What are profiles?

Profiles are used to model protein families and domains. They are built by converting multiple sequence alignments into position-specific scoring systems (PSSMs). Amino acids at each position in the alignment are scored according to the frequency with which they occur, as represented in Figure 14. Substitution matrices (such as BLOSUM matrices) can be used to add evolutionary distance weighting these scores.

Information

Learn more about PSSMs and substitution matrices.

 

Figure  14. Representation of a scoring matrix based on a multiple sequence alignment.

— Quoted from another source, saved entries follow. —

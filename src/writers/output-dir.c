/* output-dir.c - a directory of results that appears whole or not at all. */
#include "writers/output-dir.h"
#include <errno.h>
#include <fcntl.h>
#include <glib/gi18n.h>
#include <glib/gstdio.h>
#include <sys/stat.h>
#include <unistd.h>
#include "data/error.h"

typedef struct
{
  char *path;
  char *temporary; /* NULL once renamed */
  gboolean is_new; /* nothing stood there before */
} Part;

struct _AntOutputDir
{
  char *path;
  GPtrArray *parts; /* of Part */
  GPtrArray *made;  /* of char*: directories made for it, outermost first */
  gboolean committed;
};

static gboolean
fail (const char *path, int code, GError **error)
{
  g_autofree char *shown = g_filename_display_name (path);
  g_set_error (error, ANT_ERROR, ANT_ERROR_WRITE, _("%s: cannot be written: %s"), shown, g_strerror (code));
  return FALSE;
}

static gboolean
refuse_existing (const char *path, GError **error)
{
  g_autofree char *shown = g_filename_display_name (path);
  g_set_error (error, ANT_ERROR, ANT_ERROR_WRITE,
               _("%s: exists already; expected a new name, or --force to replace it"), shown);
  return FALSE;
}

static void
part_free (gpointer data)
{
  Part *part = data;
  if (part->temporary)
    g_unlink (part->temporary);
  g_free (part->temporary);
  g_free (part->path);
  g_free (part);
}

static gboolean
write_all (int fd, const char *text, gsize length)
{
  while (length > 0)
    {
      gssize n = write (fd, text, length);
      if (n < 0 && errno != EINTR)
        return FALSE;
      if (n > 0)
        {
          text += n;
          length -= (gsize) n;
        }
    }
  return fsync (fd) == 0 || errno == EINVAL; /* EINVAL: a special file has nothing to sync */
}

/* Write text to a new file beside `path`; returns its name, or NULL, *code and nothing left behind. */
static char *
write_temporary (const char *path, const char *text, gsize length, int *code)
{
  g_autofree char *folder = g_path_get_dirname (path), *name = g_path_get_basename (path);
  g_autofree char *hidden = g_strdup_printf (".%s-XXXXXX_new", name);
  g_autofree char *temporary = g_build_filename (folder, hidden, NULL);
  int fd = g_mkstemp_full (temporary, O_WRONLY | O_CLOEXEC, 0666);
  if (fd < 0)
    {
      *code = errno;
      return NULL;
    }
  *code = write_all (fd, text, length) ? 0 : errno;
  if (close (fd) != 0 && *code == 0)
    *code = errno;
  if (*code == 0)
    return g_steal_pointer (&temporary);
  g_unlink (temporary);
  return NULL;
}

static void
sync_folder (const char *path)
{
  int fd = g_open (path, O_RDONLY | O_DIRECTORY | O_CLOEXEC, 0);
  if (fd < 0)
    return;
  fsync (fd); /* the files are whole already; this only makes their names outlast a power cut */
  close (fd);
}

/* Make a directory and those above it that are missing, outermost first, and remember which. */
static gboolean
make_folders (AntOutputDir *dir, const char *path, GError **error)
{
  if (g_file_test (path, G_FILE_TEST_IS_DIR))
    return TRUE;
  g_autofree char *parent = g_path_get_dirname (path);
  if (g_strcmp0 (parent, path) != 0 && !make_folders (dir, parent, error))
    return FALSE;
  if (g_mkdir (path, 0777) == 0)
    g_ptr_array_add (dir->made, g_strdup (path));
  else if (errno != EEXIST || !g_file_test (path, G_FILE_TEST_IS_DIR))
    return fail (path, errno, error);
  return TRUE;
}

static gboolean
check_names (const char *folder, const char *const *names, gboolean replace, GError **error)
{
  for (; *names; names++)
    {
      GStatBuf status;
      g_autofree char *path = g_build_filename (folder, *names, NULL);
      if (g_lstat (path, &status) != 0)
        continue;
      if (S_ISDIR (status.st_mode))
        return fail (path, EISDIR, error);
      if (!replace)
        return refuse_existing (path, error);
    }
  return TRUE;
}

AntOutputDir *
ant_output_dir_open (const char *path, const char *const *names, gboolean replace, GError **error)
{
  g_autoptr (AntOutputDir) dir = g_new0 (AntOutputDir, 1);
  dir->path = g_strdup (path);
  dir->parts = g_ptr_array_new_with_free_func (part_free);
  dir->made = g_ptr_array_new_with_free_func (g_free);
  if (!make_folders (dir, path, error) || !check_names (path, names, replace, error))
    return NULL;
  int code;
  g_autofree char *trial = g_build_filename (path, "trial", NULL);
  g_autofree char *temporary = write_temporary (trial, "", 0, &code);
  if (!temporary)
    {
      fail (path, code, error);
      return NULL;
    }
  g_unlink (temporary);
  return g_steal_pointer (&dir);
}

gboolean
ant_output_dir_add (AntOutputDir *dir, const char *name, const char *text, gsize length, GError **error)
{
  g_autofree char *path = g_build_filename (dir->path, name, NULL);
  int code;
  char *temporary = write_temporary (path, text, length, &code);
  if (!temporary)
    return fail (path, code, error);
  Part *part = g_new0 (Part, 1);
  part->path = g_steal_pointer (&path);
  part->temporary = temporary;
  part->is_new = !g_file_test (part->path, G_FILE_TEST_EXISTS);
  g_ptr_array_add (dir->parts, part);
  return TRUE;
}

gboolean
ant_output_dir_commit (AntOutputDir *dir, GError **error)
{
  for (guint i = 0; i < dir->parts->len; i++)
    {
      Part *part = g_ptr_array_index (dir->parts, i);
      if (g_rename (part->temporary, part->path) == 0)
        {
          g_clear_pointer (&part->temporary, g_free);
          continue;
        }
      fail (part->path, errno, error);
      for (guint j = 0; j < i; j++)
        {
          const Part *done = g_ptr_array_index (dir->parts, j);
          if (done->is_new)
            g_unlink (done->path);
        }
      return FALSE;
    }
  sync_folder (dir->path);
  dir->committed = TRUE;
  return TRUE;
}

void
ant_output_dir_close (AntOutputDir *dir)
{
  if (!dir)
    return;
  g_ptr_array_unref (dir->parts);
  if (!dir->committed)
    for (guint i = dir->made->len; i > 0; i--)
      g_rmdir (g_ptr_array_index (dir->made, i - 1)); /* refused by a directory that others use meanwhile */
  g_ptr_array_unref (dir->made);
  g_free (dir->path);
  g_free (dir);
}

gboolean
ant_output_file_write (const char *path, const char *text, gsize length, gboolean replace, GError **error)
{
  g_autofree char *folder = g_path_get_dirname (path), *name = g_path_get_basename (path);
  if (!check_names (folder, (const char *[]){ name, NULL }, replace, error))
    return FALSE;
  int code;
  g_autofree char *temporary = write_temporary (path, text, length, &code);
  if (!temporary)
    return fail (path, code, error);
  if (g_rename (temporary, path) != 0)
    {
      fail (path, errno, error);
      g_unlink (temporary);
      return FALSE;
    }
  sync_folder (folder);
  return TRUE;
}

Each of the 20 amino acids commonly found in proteins is given a score for each position in the sequence according to the frequency with which they occur in the original alignment. Other factors, such as evolutionary distances can also be considered.

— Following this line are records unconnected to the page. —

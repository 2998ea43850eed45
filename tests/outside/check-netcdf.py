"""NetCDF files against netCDF4-python, which reads them by its own code for scaling, masks and calendars."""
import glob
import os
import subprocess
import tempfile

from asking import Checks, skip

try:
    import numpy as np
except ImportError:
    skip("numpy")
try:
    import netCDF4
except ImportError:
    skip("netCDF4")

N = 500
rng = np.random.default_rng(11)


def rows(path, columns="", index=""):
    """Origin of time, scale, and the rows, as the program reads them."""
    done = subprocess.run([os.environ["ANT_ROWS"], path, columns, index], capture_output=True, text=True)
    assert done.returncode == 0, done.stderr
    head, *lines = done.stdout.splitlines()
    jd1, jd2, scale, n = head.split()
    table = np.array([[float(word) for word in line.split()] for line in lines])
    assert len(table) == int(n)
    return float(jd1) + float(jd2), scale, table


def write(path, kind, units, calendar, times, dtype, values, attributes):
    with netCDF4.Dataset(path, "w", format=kind) as file:
        file.createDimension("time", None)
        file.createDimension("band", 3)
        time = file.createVariable("time", "f8", ("time",))
        time.units = units
        if calendar:
            time.calendar = calendar
        time[:] = times
        fill = attributes.pop("_FillValue", None)
        value = file.createVariable("tsi", dtype, ("time",), fill_value=fill)
        value.setncatts(attributes)
        value.units = "W m-2"
        value.set_auto_maskandscale(False)
        value[:] = values
        bands = file.createVariable("bands", "f4", ("time", "band"))
        bands[:] = rng.normal(1, 0.01, (N, 3))


def their_values(path, name="tsi", index=None):
    with netCDF4.Dataset(path) as file:
        values = file.variables[name][:] if index is None else file.variables[name][:, index]
        return np.ma.filled(values.astype("f8"), np.nan)


def their_seconds(path, origin_jd):
    """Elapsed days of 86400 s from the origin by num2date."""
    with netCDF4.Dataset(path) as file:
        time = file.variables["time"]
        calendar = getattr(time, "calendar", "standard")
        dates = netCDF4.num2date(np.asarray(time[:]), time.units, calendar)
        zero = netCDF4.num2date(0, "days since 1858-11-17", calendar)
        return np.array([(date - zero).total_seconds() for date in dates]) - (origin_jd - 2400000.5) * 86400


def differ(ours, theirs):
    """How many values are not the same to the last bit, or missing in one alone."""
    return int(np.sum(~((ours == theirs) | (np.isnan(ours) & np.isnan(theirs)))))


checks = Checks()
integers = rng.integers(-400, 400, N)
integers[[5, 77]] = -999
integers[[8, 300]] = 390
doubles = 1361 + rng.normal(0, 0.3, N)
doubles[[3, 4]] = -99.5
CASES = [
    ("NETCDF4", "days since 2003-02-25 00:00:00", None, np.arange(N) / 24 + 0.013, "i2", integers,
     dict(_FillValue=np.int16(-999), scale_factor=0.0013, add_offset=1361.07)),
    ("NETCDF3_CLASSIC", "seconds since 2003-02-25 12:30:00.5", "gregorian", np.arange(N) * 131.0, "i4", integers,
     dict(missing_value=np.int32(-999), valid_range=np.array([-400, 380], "i4"), scale_factor=1e-3, add_offset=1360.0)),
    ("NETCDF3_64BIT_OFFSET", "hours since 1996-1-1 05:30:00 +05:30", "standard", np.arange(N) * 1.0 + 1 / 3, "f8", doubles,
     dict(_FillValue=-99.5)),
    ("NETCDF4_CLASSIC", "minutes since 1970-01-01", "proleptic_gregorian", np.arange(N) * 10.0 + 2e7, "f4", doubles,
     dict(missing_value=np.float32(-99.5))),
    ("NETCDF3_64BIT_DATA", "days since 1610-01-01 00:00:00", "gregorian", np.arange(N) + 143541.5, "i8", integers + 1000000,
     dict(valid_min=np.int64(999500), valid_max=np.int64(1000380))),
    ("NETCDF4", "milliseconds since 2010-06-01", None, np.arange(N) * 1000.0 + 0.25, "u2", integers + 1000,
     dict(_FillValue=np.uint16(1), scale_factor=2.0, add_offset=0.5)),
]
with tempfile.TemporaryDirectory() as folder:
    path = os.path.join(folder, "record.nc")
    for kind, units, calendar, times, dtype, values, attributes in CASES:
        write(path, kind, units, calendar, times, dtype, values, dict(attributes))
        origin, scale, ours = rows(path)
        name = "%s, %s, %s" % (kind, dtype, units)
        checks.within("values equal netCDF4's to the last bit: " + name, differ(ours[:, 1], their_values(path)), 0)
        apart = ours[:, 0] * 86400 - their_seconds(path, origin)
        checks.within("times equal num2date's, leap seconds aside: " + name, np.max(np.abs(apart - np.round(apart))), 1e-6)
        checks.within("leap seconds of the span are few: " + name, np.max(np.abs(np.round(apart))), 3)
    origin, scale, ours = rows(path, "value=bands", "band=2")
    checks.within("one place along a further dimension equals netCDF4's to the last bit",
                  differ(ours[:, 1], their_values(path, "bands", 1)), 0)

FILES = sorted(glob.glob("/usr/lib/python3/dist-packages/sunpy/data/test/*.nc"))
for path in FILES:
    name = os.path.basename(path)
    with netCDF4.Dataset(path) as file:
        variable = next(v for v in file.variables if v.endswith("flux"))
    origin, scale, ours = rows(path, "value=" + variable)
    checks.within("%s of %s equals netCDF4's to the last bit" % (variable, name), differ(ours[:, 1], their_values(path, variable)), 0)
    checks.within("times of %s equal num2date's, s" % name, np.max(np.abs(ours[:, 0] * 86400 - their_seconds(path, origin))), 1e-6)
checks.end()
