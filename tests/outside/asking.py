"""asking - ask the program's own functions (answers.c) and print the outcome of checks as TAP."""
import os
import subprocess
import sys


def ask(questions):
    """The answers to many questions, as lists of words."""
    done = subprocess.run([os.environ["ANT_ANSWERS"]], input="\n".join(questions) + "\n", capture_output=True, text=True, check=True)
    answers = [line.split() for line in done.stdout.splitlines()]
    assert len(answers) == len(questions), "the helper answered %d of %d questions" % (len(answers), len(questions))
    return answers


def text(values):
    return " ".join(repr(float(value)) for value in values)


class Checks:
    """Counts checks; each is one promise with the largest departure found."""

    def __init__(self):
        self.count = self.failed = 0

    def within(self, what, departure, bound):
        good = departure <= bound  # a NaN is no success
        self.count += 1
        self.failed += not good
        print("%s %d - %s (%.3g, bound %.3g)" % ("ok" if good else "not ok", self.count, what, departure, bound))

    def end(self):
        print("1..%d" % self.count)
        sys.exit(1 if self.failed else 0)


def skip(module):
    print("1..0 # SKIP %s is not installed" % module)
    sys.exit(0)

Figure 14 Representation of a scoring matrix based on a multiple sequence alignment. Each of the 20 amino acids commonly found in proteins is given a score for each position in the sequence according to the frequency with which they occur in the original alignment. Other factors, such as evolutionary distances can also be considered.

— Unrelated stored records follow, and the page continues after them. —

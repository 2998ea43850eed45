/* table-fits.c - a table as a FITS binary table, made in memory by CFITSIO. */
#include "config.h"
#include "writers/table-private.h"

#include <fitsio.h>
#include <glib/gi18n.h>
#include <math.h>
#include <stdlib.h>
#include <string.h>

#include "data/error.h"

#define BLOCK_ROWS 2048
#define CARD_TEXT 70 /* letters after COMMENT */
#define GROWTH (1 << 20) /* bytes by which the file in memory grows */

typedef struct
{
  fitsfile *file;
  void *bytes;
  size_t room;
  int status; /* CFITSIO's: once it is not 0, every call does nothing */
} Fits;

/* ASCII without controls, the only letters that FITS knows. */
static char *
ascii (const char *text)
{
  g_autofree char *valid = g_utf8_make_valid (text, -1);
  char *plain = g_str_to_ascii (valid, "C");
  for (char *c = plain; *c; c++)
    if (*c < 0x20 || *c > 0x7e)
      *c = '?';
  return plain;
}

static void
put_text (Fits *fits, const char *key, const char *text, const char *meaning)
{
  g_autofree char *plain = ascii (text), *comment = meaning ? ascii (meaning) : NULL;
  fits_write_key_longstr (fits->file, key, plain, comment, &fits->status);
}

static void
put_column_text (Fits *fits, const char *stem, guint number, const char *text)
{
  char key[FLEN_KEYWORD];
  g_snprintf (key, sizeof key, "%s%u", stem, number);
  if (text)
    put_text (fits, key, text, NULL);
}

/* "%.7f" -> "F17.7", so that readers show the digits that the CSV has. */
static char *
display_of (const char *format)
{
  int decimals = atoi (format + 2);
  return g_str_has_suffix (format, "f") ? g_strdup_printf ("F%d.%d", decimals + 10, decimals)
                                        : g_strdup_printf ("G%d.%d", decimals + 8, decimals);
}

static int
text_width (const AntTable *table, const AntTableColumn *column)
{
  gsize width = 1;
  for (gsize row = 0; row < table->n_rows; row++)
    {
      g_autofree char *text = column->text (table->rows, row), *plain = ascii (text);
      width = MAX (width, strlen (plain));
    }
  return (int) width;
}

static char *
form_of (const AntTable *table, const AntTableColumn *column)
{
  switch (column->kind)
    {
    case ANT_CELL_REAL: return g_strdup ("1D");
    case ANT_CELL_WHOLE: return g_strdup ("1J");
    case ANT_CELL_BITS: return g_strdup ("1I");
    case ANT_CELL_TEXT: return g_strdup_printf ("%dA", text_width (table, column));
    }
  g_return_val_if_reached (NULL);
}

static void
create (Fits *fits, const AntTable *table)
{
  guint n = table->columns->len;
  g_autoptr (GPtrArray) forms = g_ptr_array_new_with_free_func (g_free);
  g_autofree char **names = g_new (char *, n), **units = g_new (char *, n);
  g_autofree char *extension = g_strdup (table->name);
  for (guint c = 0; c < n; c++)
    {
      const AntTableColumn *column = &g_array_index (table->columns, AntTableColumn, c);
      names[c] = (char *) (gsize) column->name; /* CFITSIO only reads them */
      units[c] = (char *) (gsize) (column->unit ? column->unit : "");
      g_ptr_array_add (forms, form_of (table, column));
    }
  fits_create_memfile (&fits->file, &fits->bytes, &fits->room, GROWTH, realloc, &fits->status);
  fits_create_tbl (fits->file, BINARY_TBL, (LONGLONG) table->n_rows, (int) n, names, (char **) forms->pdata, units, extension,
                   &fits->status);
}

/* Times are JD in the record's scale; a clock of no known scale is "local" (Rots et al. 2015, table 2). */
static void
put_times (Fits *fits, const AntTable *table)
{
  const char *scale = ant_table_scale_word (table->record, "LOCAL");
  if (!table->record->time.origin_known)
    return;
  put_text (fits, "TIMESYS", scale, "time scale of the JD columns");
  put_text (fits, "TREFPOS", ant_table_place_word (table->record), "where the clock stood");
  put_text (fits, "TIMEUNIT", "d", NULL);
  fits_write_key_dbl (fits->file, "JDREF", 0.0, -15, "JD columns count from JD 0", &fits->status);
  for (guint c = 0; c < table->columns->len; c++)
    if (g_array_index (table->columns, AntTableColumn, c).is_jd)
      {
        put_column_text (fits, "TCTYP", c + 1, scale);
        put_column_text (fits, "TCUNI", c + 1, "d");
      }
}

static void
put_columns (Fits *fits, const AntTable *table)
{
  for (guint c = 0; c < table->columns->len; c++)
    {
      const AntTableColumn *column = &g_array_index (table->columns, AntTableColumn, c);
      g_autofree char *display = column->kind == ANT_CELL_REAL ? display_of (column->format) : NULL;
      put_column_text (fits, "TDISP", c + 1, display);
      put_column_text (fits, "TUCD", c + 1, column->ucd);
      put_column_text (fits, "TCOMM", c + 1, column->meaning);
    }
}

/* COMMENT cards, broken between words. */
static void
put_note (Fits *fits, const char *text)
{
  g_autofree char *plain = ascii (text);
  for (char *line = plain; *line;)
    {
      gsize length = strlen (line), cut = MIN (length, CARD_TEXT);
      while (length > CARD_TEXT && cut > 0 && line[cut] != ' ')
        cut--;
      cut = cut ? cut : CARD_TEXT;
      g_autofree char *card = g_strndup (line, cut);
      fits_write_comment (fits->file, card, &fits->status);
      line += cut + (line[cut] == ' ');
    }
}

static void
put_facts (Fits *fits, const AntTable *table)
{
  const AntRecord *record = table->record;
  put_text (fits, "CREATOR", "Antumbra " ANT_VERSION, NULL);
  g_autofree char *name = ant_record_name (record);
  put_text (fits, "RECORD", name, NULL);
  put_text (fits, "SHA256", record->sha256 ? record->sha256 : "unknown", NULL);
  for (guint i = 0; i < table->facts->len; i++)
    {
      const AntTableFact *fact = &g_array_index (table->facts, AntTableFact, i);
      if (fact->text)
        put_text (fits, fact->key, fact->text, fact->meaning);
      else if (isfinite (fact->number))
        fits_write_key_dbl (fits->file, fact->key, fact->number, -10, fact->meaning, &fits->status);
    }
  for (guint i = 0; i < table->notes->len; i++)
    put_note (fits, g_ptr_array_index (table->notes, i));
}

static void
put_texts (Fits *fits, const AntTable *table, const AntTableColumn *column, int number, gsize first, gsize n)
{
  g_autoptr (GPtrArray) texts = g_ptr_array_new_with_free_func (g_free);
  for (gsize i = 0; i < n; i++)
    {
      g_autofree char *text = column->text (table->rows, first + i);
      g_ptr_array_add (texts, ascii (text));
    }
  fits_write_col (fits->file, TSTRING, number, (LONGLONG) first + 1, 1, (LONGLONG) n, texts->pdata, &fits->status);
}

static void
put_numbers (Fits *fits, const AntTable *table, const AntTableColumn *column, int number, gsize first, gsize n)
{
  double values[BLOCK_ROWS];
  for (gsize i = 0; i < n; i++)
    values[i] = column->number (table->rows, first + i);
  fits_write_col (fits->file, TDOUBLE, number, (LONGLONG) first + 1, 1, (LONGLONG) n, values, &fits->status);
}

static void
put_rows (Fits *fits, const AntTable *table)
{
  for (gsize first = 0; first < table->n_rows && !fits->status; first += BLOCK_ROWS)
    for (guint c = 0; c < table->columns->len; c++)
      {
        const AntTableColumn *column = &g_array_index (table->columns, AntTableColumn, c);
        gsize n = MIN (BLOCK_ROWS, table->n_rows - first);
        (column->kind == ANT_CELL_TEXT ? put_texts : put_numbers) (fits, table, column, (int) c + 1, first, n);
      }
}

/* The checksums of an HDU (FITS 4.0, appendix J), without the date that CFITSIO would put beside them. */
static void
seal (Fits *fits, int hdu)
{
  unsigned long data, all;
  char text[FLEN_VALUE];
  fits_movabs_hdu (fits->file, hdu, NULL, &fits->status);
  fits_write_key_str (fits->file, "CHECKSUM", "0000000000000000", "HDU checksum", &fits->status);
  fits_set_hdustruc (fits->file, &fits->status);
  fits_get_chksum (fits->file, &data, &all, &fits->status);
  g_snprintf (text, sizeof text, "%lu", data);
  fits_write_key_str (fits->file, "DATASUM", text, "data unit checksum", &fits->status);
  fits_set_hdustruc (fits->file, &fits->status); /* the header's end is written before it is summed */
  fits_get_chksum (fits->file, &data, &all, &fits->status);
  fits_encode_chksum (all, TRUE, text);
  fits_modify_key_str (fits->file, "CHECKSUM", text, "&", &fits->status);
}

GBytes *
ant_table_fits (const AntTable *table, GError **error)
{
  Fits fits = { .status = 0 };
  LONGLONG end = 0;
  create (&fits, table);
  put_facts (&fits, table);
  put_times (&fits, table);
  put_columns (&fits, table);
  put_rows (&fits, table);
  seal (&fits, 1);
  seal (&fits, 2);
  fits_get_hduaddrll (fits.file, NULL, NULL, &end, &fits.status);
  int failed = fits.status, closing = 0;
  if (fits.file)
    fits_close_file (fits.file, failed ? &closing : &failed);
  if (!failed)
    return g_bytes_new_with_free_func (fits.bytes, (gsize) end, free, fits.bytes);
  char reason[FLEN_STATUS];
  fits_get_errstatus (failed, reason);
  free (fits.bytes);
  g_set_error (error, ANT_ERROR, ANT_ERROR_WRITE, _("The FITS table “%s” cannot be made: %s"), table->title, reason);
  return NULL;
}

Examples  of databases that use profiles to classify proteins include CDD (Marchler-Bauer A. et al. 2015), HAMAP (Lima. T, et al. 2009) and PROSITE (which produces profiles as well as patterns. Sigrist. CJ, et al. 2010). The PRODOM (Servant. F, et al. 2002) database also uses a related approach, using PSI-BLAST to create its profiles. You can find out more about profiles by reading Gribskov M. et al. 1987.